My first agent often talked about author branding—that if you write a hot vampire romance, the readers who’ve followed you to book two won’t be particularly happy if they find themselves holding a hard-boiled detective story devoid of other-worldly love. Well, I got the idea for my work in progress two summers ago when I went to Story Land, a small amusement park, in New Hampshire. As soon as I got home, I wrote the first few pages and while I really liked the setting and characters, there was something keeping me from falling in love with them.
1) Author branding coming back to bite me. My story, which I’d titled Land of Enchantment, was going to be a fun YA—not a ghost, vampire, or demon in sight. I knew from past comments on another WIP that my editor was looking for something paranormal to follow Uninvited and Revealers. Last fall I figured out a way to turn the story to the dark side, and I fell in love.
2) Fractured Fairy Tales. For some reason I thought about Snow White’s stepmother and her magic mirror. Their relationship was anything but healthy. I named the stepmother Helena and thought about what it would be like to have a mirror that got off showing you things it knew would really get your bloomers in a knot. I wondered if Helena, frustrated with her inability to kill Snow White, might decide messing with her head was the next best thing. What better wedding gift than to give Snow White the magic mirror? Would the pale princess remain good and pure after the mirror shows her what the prince is up to when she’s out singing with the forest creatures? What would become of Snow White when she was exposed to the same lust and envy that devoured her stepmother? Cue the new title—Devoured. (Thanks to Linda Joy Singleton for coming to my title rescue!)

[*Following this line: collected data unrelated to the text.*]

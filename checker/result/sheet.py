"""Plan the test of a finished boat: what to look at and to measure, where, and what the data predict.

The plan belongs to a distinct boat, as its study does; what was measured belongs to a hull.
"""

from __future__ import annotations

from collections import Counter
from collections.abc import Iterator
from typing import NamedTuple

from checker.boat.hull import Circuit, Conductor
from checker.boat.parts import Overcurrent
from checker.checks.charging import output_name
from checker.checks.check import Case
from checker.checks.drops import drop_limit, nominal_v, own_pieces
from checker.checks.heaviest import NEVER, heaviest
from checker.checks.losses import standby_a
from checker.checks.words import ampere
from checker.limits.measuring_rule import measuring_rule
from checker.network.flow import parallel_ohm
from checker.network.states import places_beyond

FITTED, POLARITY, BONDING, LEAKAGE = "fitted", "polarity", "bonding", "leakage"
ALL_OFF, FUNCTION, DROP, CHARGING = "all-off", "function", "drop", "charging"
KINDS = (FITTED, POLARITY, BONDING, LEAKAGE, ALL_OFF, FUNCTION, DROP, CHARGING)
"""The kinds of steps in the order of the work: dead first, then live with all off, then under load."""

SMALL_A = 0.1
"""Currents below are printed in milliamperes."""


class Step(NamedTuple):
    """Hold one step of the test.

    `part` is what the step is called after, `what` says what it is. `where` are the two points
    to measure between. `expected` is what the data say, in words. `current_a` is the current to
    load with. For a drop `ohm` is the resistance of the copper between the points, `joints` how
    many joints lie on the way, and `limit_v` the drop that a limit set allows at `current_a`.
    """

    kind: str
    part: str
    what: str = ""
    where: str = ""
    expected: str = ""
    circuit: str = ""
    current_a: float | None = None
    ohm: float | None = None
    joints: int = 0
    limit_v: float | None = None
    limit_set: str = ""

    @property
    def id(self) -> str:
        """Return the name of the step on a sheet: its kind, and its part where there are several."""
        return self.kind if self.kind in (BONDING, LEAKAGE) else f"{self.kind} {self.part}"

    @property
    def predicted_v(self) -> float | None:
        """Return the drop at the current to load with, V."""
        return None if self.ohm is None or self.current_a is None else self.ohm * self.current_a


def plan(case: Case) -> tuple[Step, ...]:
    """Return the steps of a boat's test, in the order of the work."""
    steps = [*_fitted(case), *_polarity(case), *_once(), *_all_off(case), *_functions(case), *_drops(case)]
    return (*steps, *_charging(case))


def _fitted(case: Case) -> Iterator[Step]:
    for device in case.boat.devices.values():
        if isinstance(device.part, Overcurrent):
            serves = ", ".join(_name(case.boat.circuits[c]) for c in device.served if c in case.boat.circuits)
            name = device.part.id
            yield Step(FITTED, device.id, serves or name, device.zone, ampere(device.part.rating_a), device.circuit)


def _polarity(case: Case) -> Iterator[Step]:
    for circuit in _loads(case):
        yield Step(POLARITY, circuit.id, _name(circuit), _load_posts(case, circuit), "ok", circuit.id)


def _once() -> Iterator[Step]:
    yield Step(BONDING, "bonding", "the bonding system meets the DC negative at one place", "", "ok")
    yield Step(LEAKAGE, "leakage", "DC positive to the bonding system, all switches closed, loads off", "", "")


def _all_off(case: Case) -> Iterator[Step]:
    boat, network, net = case.boat, case.studies.network, case.studies.all_off.net
    for bank in case.studies.banks:
        current_a = standby_a(case, bank.id)
        tops = {net[b.pos] for b in network.batteries if b.bank == bank.id}
        # All of them: who works aboard must know each one.
        live = {boat.device_of(post) for post in network.posts if net[network.index[post]] in tops}
        stays = ", ".join(sorted(device.id for device in live if device is not None))
        expected = "" if current_a is None else standby_words(current_a)
        where = f"the battery post of {bank.id}, all switches open"
        yield Step(ALL_OFF, bank.id, f"stays live: {stays}", where, expected, current_a=current_a)


def standby_words(current_a: float) -> str:
    """Print a current that may be small."""
    return f"{current_a * 1000:.3g} mA" if abs(current_a) < SMALL_A else ampere(round(current_a, 3))


def _functions(case: Case) -> Iterator[Step]:
    for circuit in _loads(case):
        if circuit.device:
            what = f"{_name(circuit)}: with {circuit.device} off"
            yield Step(FUNCTION, circuit.id, what, _load_posts(case, circuit), "dead", circuit.id)


def _drops(case: Case) -> Iterator[Step]:
    rule = measuring_rule(case.house.common)
    for circuit in case.boat.circuits.values():
        if circuit.current_a is None or circuit.current_a < rule.least_circuit_a or nominal_v(case, circuit) <= 0:
            continue
        pieces = own_pieces(case, circuit)
        if not circuit.load and not _is_loaded(case, pieces, rule.least_current_factor * circuit.current_a):
            continue
        ohm = sum(parallel_ohm([_ohm(case, case.boat.conductors[name]) for name in group]) for group in pieces)
        if ohm <= 0:
            continue
        limit = _limit(case, circuit)
        yield Step(
            DROP, circuit.id, _name(circuit), "; ".join(_points(case, pieces)), "", circuit.id, circuit.current_a,
            ohm, len(pieces), *(limit or (None, "")),
        )  # fmt: skip


def _is_loaded(case: Case, pieces: tuple[tuple[str, ...], ...], current_a: float) -> bool:
    """Tell whether some operating condition sends enough through a trunk to measure there; an emergency link is not."""
    edges = case.studies.network.edges_of
    indexes = [edge.index for group in pieces for name in group for edge in edges[name]]
    return any(
        kind.edges.get(index, NEVER)[0] * len(pieces[0]) >= current_a for kind in heaviest(case) for index in indexes
    )


def _ohm(case: Case, conductor: Conductor) -> float:
    return case.studies.coppers.working.ohm_mm2_per_m * conductor.length_m / conductor.copper.area_mm2


def _limit(case: Case, circuit: Circuit) -> tuple[float, str] | None:
    """Return the smallest drop that a limit set allows a circuit, V, and the set."""
    limits = (
        (limit.fraction * nominal_v(case, circuit), one.id)
        for one in case.every_set
        if (limit := drop_limit(case.under(one), circuit)) is not None
    )
    return min(limits, default=None)


def _points(case: Case, pieces: tuple[tuple[str, ...], ...]) -> Iterator[str]:
    """Return the two points of each way that pieces make: the way out, then the way back."""
    place, index = case.studies.places, case.studies.network.index
    ends: dict[int, str] = {}
    count: Counter[int] = Counter()
    chains: dict[int, int] = {}
    for group in pieces:
        first = case.boat.conductors[group[0]]
        here = [place[index[post]] for post in (first.start, first.end)]
        for post, spot in zip((first.start, first.end), here, strict=True):
            ends.setdefault(spot, post)
            count[spot] += 1
            chains.setdefault(spot, spot)
        joined = {chains[here[0]], chains[here[1]]}
        chains |= {spot: min(joined) for spot, chain in chains.items() if chain in joined}
    usual = case.studies.usual
    for chain in sorted(set(chains.values()), key=lambda chain: (usual.is_return(index[ends[chain]]), chain)):
        loose = [ends[spot] for spot in chains if chains[spot] == chain and count[spot] == 1]
        yield " to ".join(loose) if len(loose) == 2 else "along " + ", ".join("+".join(group) for group in pieces)


def _charging(case: Case) -> Iterator[Step]:
    """Return the sources that reach a bank with a shunt."""
    net, network = case.studies.usual.net, case.studies.network
    shunts = {row.shunt: case.boat.devices[row.shunt].measures for row in case.studies.metering[0]}
    for source in network.sources:
        reached = places_beyond(network, net, [net[source.out]])
        for shunt, bank in shunts.items():
            if any(b.bank == bank and net[b.pos] in reached for b in network.batteries):
                what = f"{output_name(case, source)} alone, up to {ampere(source.max_a)}: {shunt} against a clamp"
                yield Step(CHARGING, output_name(case, source), what, f"all cables at the {bank} bank's post")


def _loads(case: Case) -> Iterator[Circuit]:
    yield from (circuit for circuit in case.boat.circuits.values() if circuit.load)


def _load_posts(case: Case, circuit: Circuit) -> str:
    names = case.studies.network.posts
    load = next((tie for tie in case.studies.network.loads if tie.device == circuit.load), None)
    return "" if load is None else f"{names[load.feed]} to {names[load.back]}"


def _name(circuit: Circuit) -> str:
    return circuit.name or circuit.id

3) Pay it forward. Bump the action to present time, and the mirror is still messing with the descendants of Snow White, who run a fairy tale themed amusement park. I had a ball writing the scene where my main character, Megan, is shocked when her twin—who died years earlier—shows her a ghastly Snow White/Grimm’s Fairy Tales inspired vision in the costume room at Land of Enchantment.
4) I often see or read about things I know I’d love to put in a book one day. Old English Witch Balls are a big part of my second book, Revealers, and I was so happy to discover Megan has a mother who is into K9 Freestyle. In other words, she dances with their dog. I’d seen a video online a while back of a woman dancing with her dog and while I know training a dog to follow a complex dance routine takes a lot of work and shouldn’t be made fun of, I couldn’t help but wonder how a teen would feel if her mother picked romantic songs to dance with the family pooch. I’m having major fun with the mom and her Freestyle obsession.

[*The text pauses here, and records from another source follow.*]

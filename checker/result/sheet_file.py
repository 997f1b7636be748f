"""Read what was found and measured aboard a hull from its sheet, whatever file it was written in."""

from __future__ import annotations

import datetime
from collections.abc import Collection, Mapping, Sequence
from dataclasses import dataclass, field

from checker.boat.entry import Entry
from checker.boat.patch import Patched
from checker.finding import Span
from checker.reading.document import Document, Fault
from checker.reading.quantity import Dimension
from checker.result.sheet import ALL_OFF, BONDING, CHARGING, DROP, FITTED, FUNCTION, LEAKAGE, POLARITY


@dataclass(frozen=True, slots=True)
class Reading:
    """Hold what one step of a test gave: a word, or a figure in SI, for some with the current beside it."""

    at: Span
    word: str = ""
    value: float | None = None
    current_a: float | None = None
    instrument: str = ""


@dataclass(frozen=True, slots=True)
class Instrument:
    """Hold one instrument; `calibrated_until` is None where that is not written."""

    id: str
    name: str
    calibrated_until: datetime.date | None
    at: Span


@dataclass(frozen=True, slots=True, kw_only=True)
class Sheet:
    """Hold the sheet of one hull. `content` is the mark of the wiring that it was printed for, or empty."""

    hull: str
    at: Span
    content: str = ""
    at_content: Span
    date: datetime.date | None = None
    role: str = ""
    conditions: str = ""
    instruments: tuple[Instrument, ...] = ()
    readings: Mapping[str, Reading] = field(default_factory=dict)


def read_sheets(documents: Sequence[Document], hulls: Collection[str]) -> tuple[dict[str, Sheet], list[Fault]]:
    """Return the sheet of each hull that has one, and what is wrong with the sheets."""
    faults: list[Fault] = []
    found: dict[str, Sheet] = {}
    for document in documents:
        top = Entry(Patched(document.data, (document.places,)), (), document.data, faults)
        sheet = _sheet(top)
        if sheet.hull not in hulls:
            top.unknown("hull", sheet.hull, top.at("sheet"), hulls)
        elif sheet.hull in found:
            top.fault("repeated-key", top.at("sheet"), f"hull “{sheet.hull}” has two sheets",
                      f"the other one stands in {found[sheet.hull].at}")  # fmt: skip
        else:
            found[sheet.hull] = sheet
    return found, faults


def _sheet(top: Entry) -> Sheet:
    readings: dict[str, Reading] = {}
    for kind, name in ((POLARITY, "polarity"), (FUNCTION, "function")):
        for part, word in top.fields(name).items():
            readings[f"{kind} {part}"] = Reading(top.at(name, part), word=str(word))
    if top.has("bonding"):
        readings[BONDING] = Reading(top.at("bonding"), word=top.text("bonding"))
    if top.has("leakage"):
        readings[LEAKAGE] = Reading(top.at("leakage"), value=top.number("leakage", Dimension.CURRENT))
    for kind, name in ((FITTED, "fitted"), (ALL_OFF, "all_off")):
        for part, value in top.fields(name).items():
            amps = top.quantity_at((name, part), value, Dimension.CURRENT)
            readings[f"{kind} {part}"] = Reading(top.at(name, part), value=amps)
    for kind, value_name, current, dimension in (
        (DROP, "drop", "current", Dimension.VOLTAGE), (CHARGING, "shunt", "clamp", Dimension.CURRENT),
    ):  # fmt: skip
        for row in top.entries(kind):
            readings[f"{kind} {row.id}"] = Reading(
                row.at(value_name), value=row.number(value_name, dimension),
                current_a=row.number(current, Dimension.CURRENT), instrument=row.text("instrument"),
            )  # fmt: skip
    instruments = tuple(
        Instrument(row.id, row.text("name"), _day(row, "calibrated_until"), row.at())
        for row in top.entries("instruments")
    )
    known = {instrument.id for instrument in instruments}
    for kind in (DROP, CHARGING):
        for row in top.entries(kind):
            if row.has("instrument") and row.text("instrument") not in known:
                row.unknown("instrument", row.text("instrument"), row.at("instrument"), known)
    return Sheet(
        hull=top.text("sheet"), at=top.at("sheet"), content=top.text("content"),
        at_content=top.at("content") if top.has("content") else top.at("sheet"), date=_day(top, "date"),
        role=top.text("role"), conditions=top.text("conditions"), instruments=instruments, readings=readings,
    )  # fmt: skip


def _day(row: Entry, name: str) -> datetime.date | None:
    if not row.has(name):
        return None
    try:
        return datetime.date.fromisoformat(row.text(name))
    except ValueError:
        row.fault("bad-value", row.at(name), f"{name}: “{row.text(name)}” is no date", "write e.g. 2028-05-29")
        return None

5) Life doesn’t turn out the way you want it to? Live vicariously through your characters. When we got our puppy a year ago, we thought how wonderful it would be to train him to be a therapy dog. Well, Griffin had other ideas. He’s the light of my life, but he’s also stubborn, he attacks his leash when I first put it on, and he growls whenever my son tries to pick him up. It would take more time than I have to get him prepared to pass the therapy dog test, so when my Megan’s mother isn’t practicing a routine to their dog, Fergus, Megan gets to take him to the nursing home her father is living at to visit the residences.